Work task: Whenever a line in the material below includes "stderr", copy that line.
Entries supplied START
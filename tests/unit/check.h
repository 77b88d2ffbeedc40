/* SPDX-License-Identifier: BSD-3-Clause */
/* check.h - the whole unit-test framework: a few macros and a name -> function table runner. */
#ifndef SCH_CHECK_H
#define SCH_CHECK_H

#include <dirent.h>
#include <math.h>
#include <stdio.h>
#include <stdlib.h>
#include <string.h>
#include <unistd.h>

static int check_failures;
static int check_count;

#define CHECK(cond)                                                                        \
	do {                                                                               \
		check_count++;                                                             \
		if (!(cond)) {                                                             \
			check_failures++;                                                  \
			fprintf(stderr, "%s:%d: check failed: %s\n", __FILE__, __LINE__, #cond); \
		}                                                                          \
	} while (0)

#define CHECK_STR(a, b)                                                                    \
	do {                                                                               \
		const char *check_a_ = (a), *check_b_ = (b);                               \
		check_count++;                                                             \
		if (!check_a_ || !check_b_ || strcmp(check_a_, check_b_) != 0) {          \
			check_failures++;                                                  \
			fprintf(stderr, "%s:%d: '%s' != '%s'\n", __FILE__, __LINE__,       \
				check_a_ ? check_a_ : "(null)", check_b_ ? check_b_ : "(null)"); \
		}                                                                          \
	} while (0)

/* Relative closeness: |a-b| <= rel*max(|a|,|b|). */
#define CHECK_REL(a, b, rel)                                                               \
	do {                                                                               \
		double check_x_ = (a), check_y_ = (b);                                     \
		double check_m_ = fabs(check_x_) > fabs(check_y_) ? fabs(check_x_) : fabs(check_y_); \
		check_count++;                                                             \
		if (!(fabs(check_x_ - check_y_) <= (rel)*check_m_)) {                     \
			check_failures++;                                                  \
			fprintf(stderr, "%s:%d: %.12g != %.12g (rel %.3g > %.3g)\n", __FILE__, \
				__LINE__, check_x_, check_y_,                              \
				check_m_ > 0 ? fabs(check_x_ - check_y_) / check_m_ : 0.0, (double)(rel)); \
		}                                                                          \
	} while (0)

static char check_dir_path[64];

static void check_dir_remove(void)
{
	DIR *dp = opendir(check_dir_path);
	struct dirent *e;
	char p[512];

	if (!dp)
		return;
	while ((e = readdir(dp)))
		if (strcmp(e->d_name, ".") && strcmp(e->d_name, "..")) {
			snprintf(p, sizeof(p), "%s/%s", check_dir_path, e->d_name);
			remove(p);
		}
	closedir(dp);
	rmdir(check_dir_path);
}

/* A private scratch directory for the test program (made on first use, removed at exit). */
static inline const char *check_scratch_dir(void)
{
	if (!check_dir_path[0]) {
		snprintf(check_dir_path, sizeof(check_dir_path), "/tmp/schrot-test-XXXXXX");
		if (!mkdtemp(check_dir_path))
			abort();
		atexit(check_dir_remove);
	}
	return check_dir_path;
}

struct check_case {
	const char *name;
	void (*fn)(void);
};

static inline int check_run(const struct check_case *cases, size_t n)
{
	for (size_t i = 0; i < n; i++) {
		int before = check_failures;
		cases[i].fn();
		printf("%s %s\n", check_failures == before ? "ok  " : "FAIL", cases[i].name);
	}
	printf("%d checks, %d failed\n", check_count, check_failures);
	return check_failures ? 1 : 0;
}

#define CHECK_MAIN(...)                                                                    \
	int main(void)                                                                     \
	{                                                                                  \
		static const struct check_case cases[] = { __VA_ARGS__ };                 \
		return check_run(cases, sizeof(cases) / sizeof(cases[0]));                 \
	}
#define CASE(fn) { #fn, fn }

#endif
Entries supplied END
Exercise solution:
			fprintf(stderr, "%s:%d: check failed: %s\n", __FILE__, __LINE__, #cond); \
			fprintf(stderr, "%s:%d: '%s' != '%s'\n", __FILE__, __LINE__,       \
			fprintf(stderr, "%s:%d: %.12g != %.12g (rel %.3g > %.3g)\n", __FILE__, \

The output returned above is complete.